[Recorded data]
<<<<

import { queryOptions } from '@tanstack/react-query';
import type { PaymentSettingsView } from '@shared/schemas/payments';
import { api } from '@/lib/api-client';
import { paymentKeys } from './keys';

export const paymentSettingsQueryOptions = () =>
  queryOptions({
    queryKey: paymentKeys.settings(),
    queryFn: () => api.get<PaymentSettingsView>('/api/payments/settings'),
  });
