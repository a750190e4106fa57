import type { NextFunction, Request, Response } from 'express';
import { IDEMPOTENCY_KEY_HEADER, PERFORMED_AT_HEADER } from '@shared/schemas/offline';
import { STATION_TOKEN_HEADER } from '@shared/schemas/stations';
import { replayMayRequest, stationMayRequest } from '../features/stations/station-scope';
import { checkStationSession } from '../features/stations/stations.service';
import { HttpError } from '../lib/http-error';
import { endSession } from '../lib/session-helpers';
import { SESSION_COOKIE } from './session';

/** Whether the request carries the offline queue's two headers (their values are checked by the action). */
const carriesQueueHeaders = (req: Request) => Boolean(req.get(IDEMPOTENCY_KEY_HEADER)) && Boolean(req.get(PERFORMED_AT_HEADER));

/**
 * What the station asks by itself rather than for the person (the countdown's poll, the offline
 * copy's refresh) reads without keeping their session alive.
 */
const isBackgroundRead = (req: Request) => req.method === 'GET' && (req.path === '/station/session' || req.path === '/station/copy');

/**
 * Scopes a station session (normal sessions pass untouched): every request must carry the station's
 * own token, the session ends after STATION_IDLE_SECONDS without a request, and only the station's
 * allow-list is answered (403 STATION_SCOPE otherwise; a replay session has its own, shorter list). Sets `req.ctx.station` for the services.
 * Mounted on the API router after the session and the signed-in person are loaded.
 */
export function stationSession(req: Request, res: Response, next: NextFunction) {
  const { stationId, stationActiveAt } = req.session ?? {};
  if (stationId === undefined) return next();
  const check = checkStationSession(req.ctx, { stationId, activeAt: stationActiveAt ?? 0 }, req.get(STATION_TOKEN_HEADER));
  if (!check.ok) {
    endSession(req).then(() => {
      res.clearCookie(SESSION_COOKIE, { path: '/' });
      next(check.error);
    }, next);
    return;
  }
  if (req.session.stationReplay) {
    if (!replayMayRequest(req.method, req.path, carriesQueueHeaders(req))) {
      return next(
        new HttpError(403, 'STATION_SCOPE', 'A replay session only sends the check outs, returns and draws queued at the station while it was offline, each with its Idempotency-Key and X-Performed-At.'),
      );
    }
  } else if (!stationMayRequest(req.method, req.path)) {
    return next(new HttpError(403, 'STATION_SCOPE', 'A station can open tools and bins, check out, return, hold, draw and return unused; do the rest on your own device.'));
  }
  if (!isBackgroundRead(req)) req.session.stationActiveAt = req.ctx.now().getTime();
  req.ctx = { ...req.ctx, station: { id: check.station.id, name: check.station.name } };
  next();
}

>>>>

* [TASK DESCRIPTION]:
From the data, pick out every line that includes "isBackgroundRead".

* [EXERCISE RESPONSE]:
const isBackgroundRead = (req: Request) => req.method === 'GET' && (req.path === '/station/session' || req.path === '/station/copy');
  if (!isBackgroundRead(req)) req.session.stationActiveAt = req.ctx.now().getTime();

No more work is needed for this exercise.